I would first like to apologize for posting so late, it is not my usual style. This has been an unusual week all around with first hand experience with medical professionals in hospitals, ER and the doctors office. I have gotten little sleep this week. I even took it in stride when my computer refused to boot; I packed it up and brought it for repair without as much as an emotional response. I was able to maintain an even keel until late Friday afternoon realizing that I had turned in a B paper (also not my style) I felt frustration growing and anger building for no apparent reason. Needless to say my psychological well-being dropped from its normal level of 8 to a 6, which resulted in the snowball effect as my physical well being dove to the same level. In general I am physically well; I eat consciously, exercise regularly, and get an adequate amount of sleep. I am comfortable within my own skin psychologically and use many tools successfully to handle stress. This week I learned that when my scheduled comfort zone is interrupted by an all encompassing emergency everything goes out of whack.
I interpret Dacher’s preparation phases to integral health as a spiritual development path, indeed I have practiced these phases for more than three years. Before this week I would have given my spiritual well being a grade of 9 but now I realize that if my spiritual well being, my level of consciousness, were a 9 the rest of my well being would not have been so adversely affected by the week’s events.
The results: physical goal = get back to my regular sleeping, eating and exercise habits, Psychological goal= I really need a stronger support group, and Spiritual goal= Practice more calmness and stillness. To accomplish these goals I will take the time to care for myself, even under adverse conditions, call a friend when life gets overwhelming and remember to meditate.
At this writing I am unable to "feel" the relaxation exercise ; I will get back to you on that.
Gail in your statement "I felt frustration growing and anger building for no apparent reason." (after all those experiences this week).
ReplyDeleteIn the book it states "To desire something means to draw a boundary line between pleasurable and painful things and then move toward the former... the more I value anything, the more obsessed I become with its loss. In the west we cling to obtaining the 'positive' and avoiding the negative' and every urge to progress implies a discontent with the present state of affairs (the present moment as it is)."
So I should say my point is we should be in a position to be friends with all of the universe not just half of it (the positive set against the negatives in life because it is all One in its essence). So instead of being discontent with the B you recieved you should accept it as it is: The range your paper fell in on the entire spectrum of possibilities (A through F) any position is neither good nor bad it is all just One of many possiblitites on the grading spectrum.

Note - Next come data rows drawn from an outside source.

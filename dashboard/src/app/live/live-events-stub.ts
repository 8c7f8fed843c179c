// For component tests: a LiveEvents without a connection, whose events a test pushes.
import { Provider, signal } from '@angular/core';
import { Subject, filter, map } from 'rxjs';
import type { AlertChange, VerdictChange } from '../../../../shared/src/api/api-types';
import type { LiveStatus } from './event-stream';
import { LiveEvents, type ServerEvent } from './live-events';

export class LiveEventsStub {
  readonly push = new Subject<ServerEvent>();
  readonly status = signal<LiveStatus>('open').asReadonly();
  readonly events$ = this.push.asObservable();
  readonly verdicts$ = this.events$.pipe(
    filter((e) => e.type === 'verdict'),
    map((e) => e.data as VerdictChange),
  );
  readonly alerts$ = this.events$.pipe(
    filter((e) => e.type === 'alert'),
    map((e) => e.data as AlertChange),
  );
}

export function provideLiveEventsStub(stub = new LiveEventsStub()): Provider {
  return { provide: LiveEvents, useValue: stub };
}
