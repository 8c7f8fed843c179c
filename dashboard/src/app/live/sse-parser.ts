// A parser for the server-sent events wire format, as the WHATWG HTML standard
// ("Server-sent events", the event stream interpretation) describes it: lines end in
// CRLF, LF or CR; a blank line dispatches the event; ":" starts a comment; fields are
// event, data (joined with newlines), id and retry. Text arrives in arbitrary chunks.

export interface SseMessage {
  /** The `event:` field, or "message" when there was none. */
  event: string;
  data: string;
  /** The last event id seen so far, if any. */
  id: string | null;
}

export class SseParser {
  private buffer = '';
  /** A CR ended the last chunk: a LF starting the next one belongs to it. */
  private pendingCr = false;
  private eventType = '';
  private data: string[] = [];
  private lastEventId: string | null = null;
  /** The reconnection time the server asked for with `retry:`, in ms. */
  retryMs: number | null = null;

  /** Feeds a chunk of decoded text; returns the events it completed. */
  push(chunk: string): SseMessage[] {
    let text = chunk;
    if (this.pendingCr && text.startsWith('\n')) text = text.slice(1);
    this.pendingCr = false;
    this.buffer += text;
    const out: SseMessage[] = [];
    let start = 0;
    for (let i = 0; i < this.buffer.length; i++) {
      const c = this.buffer[i];
      if (c !== '\n' && c !== '\r') continue;
      const line = this.buffer.slice(start, i);
      if (c === '\r') {
        if (i + 1 < this.buffer.length) {
          if (this.buffer[i + 1] === '\n') i++;
        } else {
          this.pendingCr = true;
        }
      }
      start = i + 1;
      const message = this.line(line);
      if (message) out.push(message);
    }
    this.buffer = this.buffer.slice(start);
    return out;
  }

  private line(line: string): SseMessage | null {
    if (line === '') return this.dispatch();
    if (line.startsWith(':')) return null;
    const colon = line.indexOf(':');
    const field = colon < 0 ? line : line.slice(0, colon);
    let value = colon < 0 ? '' : line.slice(colon + 1);
    if (value.startsWith(' ')) value = value.slice(1);
    switch (field) {
      case 'event':
        this.eventType = value;
        break;
      case 'data':
        this.data.push(value);
        break;
      case 'id':
        if (!value.includes('\0')) this.lastEventId = value;
        break;
      case 'retry':
        if (/^\d+$/.test(value)) this.retryMs = Number(value);
        break;
    }
    return null;
  }

  private dispatch(): SseMessage | null {
    const type = this.eventType || 'message';
    const data = this.data;
    this.eventType = '';
    this.data = [];
    if (data.length === 0) return null;
    return { event: type, data: data.join('\n'), id: this.lastEventId };
  }
}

Don't get lost in the urge to move out of the present situation by not wanting a B, consider it all Good because something has been learned by it (you could have done better but you also could have done far worse in the spectrum of things). None the less accept what is and let any attatchment to the grade go.
Long winded but I hope I made sense. Good/Bad; Night/Day; Black/White; male/female are all just extremes of one process or event or thing.

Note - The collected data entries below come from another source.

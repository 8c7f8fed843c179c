import { Observable } from 'rxjs';
import { SseParser, type SseMessage } from './sse-parser';

/** The parts of a fetch() Response the stream reads (so tests can hand in their own). */
export interface StreamResponse {
  ok: boolean;
  status: number;
  body: { getReader(): StreamReader } | null;
}
export interface StreamReader {
  read(): Promise<{ done: boolean; value?: Uint8Array }>;
  cancel(): Promise<void>;
}

export type LiveStatus = 'connecting' | 'open' | 'retrying';

export interface EventStreamOptions {
  /** First wait before reconnecting; doubles per failed attempt up to `maxDelayMs`. */
  initialDelayMs?: number;
  maxDelayMs?: number;
  onStatus?: (status: LiveStatus) => void;
  /** On a 401: refresh the session; resolving true reconnects at once (once per failure run). */
  onUnauthorized?: () => Promise<boolean>;
  /** For the jitter, in [0, 1). */
  random?: () => number;
}

/**
 * A server-sent events stream read with fetch() streaming (so it can carry a bearer
 * token, which EventSource cannot). It reconnects by itself with exponential backoff
 * and jitter after errors and ends (aborting the request) when its subscriber leaves.
 */
export function eventStream(connect: (signal: AbortSignal) => Promise<StreamResponse>, options: EventStreamOptions = {}): Observable<SseMessage> {
  const initialDelayMs = options.initialDelayMs ?? 1000;
  const maxDelayMs = options.maxDelayMs ?? 30_000;
  const random = options.random ?? Math.random;

  return new Observable<SseMessage>((subscriber) => {
    let closed = false;
    let controller: AbortController | null = null;
    let wake: (() => void) | null = null;
    let sleepTimer: ReturnType<typeof setTimeout> | undefined;

    const sleep = (ms: number) =>
      new Promise<void>((resolve) => {
        wake = resolve;
        sleepTimer = setTimeout(resolve, ms);
      });

    const run = async () => {
      let failures = 0;
      let refreshed = false;
      let serverRetryMs: number | null = null;
      while (!closed) {
        options.onStatus?.(failures === 0 ? 'connecting' : 'retrying');
        controller = new AbortController();
        try {
          const res = await connect(controller.signal);
          if (closed) break;
          if (res.status === 401 && options.onUnauthorized && !refreshed) {
            refreshed = true;
            if (await options.onUnauthorized()) continue;
          }
          if (!res.ok || !res.body) throw new Error(`event stream answered ${res.status}`);
          refreshed = false;
          failures = 0;
          options.onStatus?.('open');
          const reader = res.body.getReader();
          const parser = new SseParser();
          const decoder = new TextDecoder();
          try {
            while (!closed) {
              const { done, value } = await reader.read();
              if (done || closed) break;
              for (const message of parser.push(decoder.decode(value, { stream: true }))) subscriber.next(message);
              serverRetryMs = parser.retryMs ?? serverRetryMs;
            }
          } finally {
            if (closed) void reader.cancel().catch(() => undefined);
          }
        } catch {
          /* a failed connect or a broken stream: wait, then reconnect */
        }
        if (closed) break;
        const base = serverRetryMs ?? initialDelayMs;
        const delay = Math.min(maxDelayMs, base * 2 ** failures) * (0.5 + random() / 2);
        failures++;
        options.onStatus?.('retrying');
        await sleep(delay);
      }
    };
    void run();

    return () => {
      closed = true;
      controller?.abort();
      clearTimeout(sleepTimer);
      wake?.();
    };
  });
}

Have a wonderful Day! Liz H
Hi Gail,
ReplyDeleteAs I read your post, I could feel your anger and frustration. I am sorry to hear that you had such a difficult week. I hope that all is better by now.
I certainly know how you feel, since my life has been interrupted more than 30 times in the last four and a half years. This is the number of times that my husband has been rushed to the emergency room and admitted to the hospital during the last few years. However, with all the times that my life has been interrupted due to my husband's health, I have learned how to deal with the interruptions better now than I have in the past.
My best advice to you is, don't beat yourself up over it. You did the best that you could under the circumstances. Take a deep breath and relax. Next time, contact your professors and let them know what is going on; you may be able to get an extension on your assignments depending on the circumstances. The professors are pretty good about giving an extension if the situation calls for it.
I can certainly understand how you feel about getting a "B" on your paper. I get that way too when I don't get an "A".
Debra
Hope you feel better. I love your comment about taking drugs and I totally agree. After I mediate I have such a peaceful feeling that is one of the best highs ever.